Stuttgarter Innovationstage 2023

Der Digital Twin im Mittelpunkt

Die sechste Ausgabe der Stuttgarter Innovationstage am 28. Februar und 1. März stand ganz unter dem Leitthema des digitalen Zwillings. Weil der Begriff so vielschichtig ist und oft unterschiedlich interpretiert wird, ging der Kongress sowohl auf Grundlagen zur Definition ein als auch auf konkrete Einsatzmöglichkeiten in der Produktion. Anwendungsbeispiele und Referenzen wurden ergänzt um aktuelle Projekte aus der Forschung. Kernbestandteil war in diesem Jahr ebenfalls wieder die ausgiebige Möglichkeit für Diskussion und Networking sowie ein Blick hinter die Kulissen des Veranstalters - in die Maschinenhalle des Instituts für Steuerungstechnik der Werkzeugmaschinen und Fertigungseinrichtungen der Universität Stuttgart (ISW).

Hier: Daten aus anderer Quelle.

// The demo pickling plant of docs/performance.md, "Demo plant": host-demo/examples/flowsheets/
// pickling-plant.yaml (acid mixer, neutraliser to a target pH, six-stage scrubber with its sump, a splitter,
// one recycle) solved from a cold start — a fresh session, set-up included, every unit cold — in
// the process; solved again in a session whose units are warm; and as `protonflow run` end to end.
// Measures only; nothing here asserts on time.
#include <benchmark/benchmark.h>

#include <filesystem>
#include <string>
#include <vector>

#include "flowsheet_session.hpp"
#include "protonflow/thermo/database.hpp"
#include "run_program.hpp"

namespace fs = std::filesystem;
using namespace protonflow::host;

namespace {

const fs::path plant_flowsheet = fs::path(PROTONFLOW_EXAMPLES) / "flowsheets" / "pickling-plant.yaml";

FlowsheetOptions plant_options() {
  FlowsheetOptions options;
  options.file = plant_flowsheet.string();
  options.data_directory = protonflow::thermo::default_data_directory();
  return options;
}

void record_iterations(benchmark::State& state, const FlowsheetSolution& solution) {
  state.counters["recycle_iterations"] = solution.recycle ? static_cast<double>(solution.recycle->iterations) : 0.0;
}

// Set-up (species data, modules, planning, unit creation) and the solve from the file's estimates.
void plant_cold(benchmark::State& state) {
  const FlowsheetOptions options = plant_options();
  for (auto _ : state) {
    FlowsheetSession session(options);
    const FlowsheetSolution solution = session.solve();
    record_iterations(state, solution);
  }
}
BENCHMARK(plant_cold)->Unit(benchmark::kMillisecond);

// The solve alone, the units warm from the previous solve of the same session.
void plant_warm_solve(benchmark::State& state) {
  FlowsheetSession session(plant_options());
  for (auto _ : state) {
    const FlowsheetSolution solution = session.solve();
    record_iterations(state, solution);
  }
}
BENCHMARK(plant_warm_solve)->Unit(benchmark::kMillisecond);

// `protonflow run` on the plant: process start, set-up, solve, report.
void plant_run_end_to_end(benchmark::State& state) {
  const std::vector<std::string> arguments{"run", plant_flowsheet.string()};
  for (auto _ : state) {
    const protonflow::e2e::ProgramRun run = protonflow::e2e::run_program(PROTONFLOW_BINARY, arguments);
    if (run.exit_code != 0) state.SkipWithError(("protonflow run failed: " + run.err).c_str());
  }
}
BENCHMARK(plant_run_end_to_end)->Unit(benchmark::kMillisecond)->UseRealTime();

}  // namespace

BENCHMARK_MAIN();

Als weiterer ISW-Referent stellte Forschungsdirektor Michael Neubauer das Thema Software-defined Manufacturing (SDM) in den Mittelpunkt. Hierzu gibt es an der Universität das umfangreiche Forschungsprojekt SDM4FZI (Software-defined Manufacturing für die Fahrzeug- und Zulieferindustrie), dessen verschiedene Aspekte und Fortschritte im Rahmen einer Artikelserie im SPS-MAGAZIN über einen längeren Zeitraum vorgestellt wurden. Was sich hinter dem Ansatz von SDM4FZI verbirgt, machte Neubauer am Wandel vom Handy zum Smartphone deutlich: „Auch ein Nokia hatte bereits mehrere Funktionen. Man konnte telefonieren, SMS schreiben oder sogar Spiele wie Snake spielen“, so Neubauer. „Allerdings wurden diese Features von Beginn an vom Hersteller vorgedacht.“ Das änderte sich beim modernen Smartphone gravierend. „Die Entwickler des iPhones haben heute gar keine Vorstellung davon, welcher Funktionsumfang später über die verschiedenen Apps ausgespielt wird.“

Übertragen auf die Fertigung bedeutet das: Von der Rechnerplattform komplett unabhängige Software erlaubt eine bedarfsorientierte Änderung oder Erweiterung der Funktionalität. Umgekehrt ist genauso ein flexibler Wechsel der Automatisierungs-Hardware möglich, z.B. eines Roboterfabrikats. Grundlegende Voraussetzung dafür ist eine standardisierte Beschreibung aller eingesetzten Elemente im Sinne der Industrie-4.0-Verwaltungsschale, die wiederum einher mit dem Konzept des digitalen Zwillings geht. Welches Gewicht SDM am Institut zugeschrieben wird, zeigt auch die Ankündigung der nächsten Innovationstage: Sie sollen als Abschlussveranstaltung des SDM4FZI-Projekts in den Herbst verschoben werden, konkret auf den 17. bis 19. September 2024.

Bild: TeDo Verlag GmbH

Künstliche Intelligenz in der Simulation

In der ISW-Forschungsgruppe ‚Virtuelle Methoden der Produktionstechnik‘ dreht sich alles um neue Technologien und Anwendungsbereiche für Simulationsmethoden rund um die virtuelle Inbetriebnahme. Gruppenleiter Florian Jaensch ging in seinem Vortrag darauf ein, welcher Nutzen sich durch KI und maschinelles Lernen für das Benutzen und Erstellen von Simulationsmodellen erzielen lässt. Er berichtete, wie sich eine Testumgebung für Steuerungssysteme zur Lern- und Optimierungsplattform umwandeln lässt. Weiteres Potential für den Einsatz von Machine Learning in Simulationsmodellen sieht er zudem in höherer Prozessgenauigkeit und mehr Recheneffizienz.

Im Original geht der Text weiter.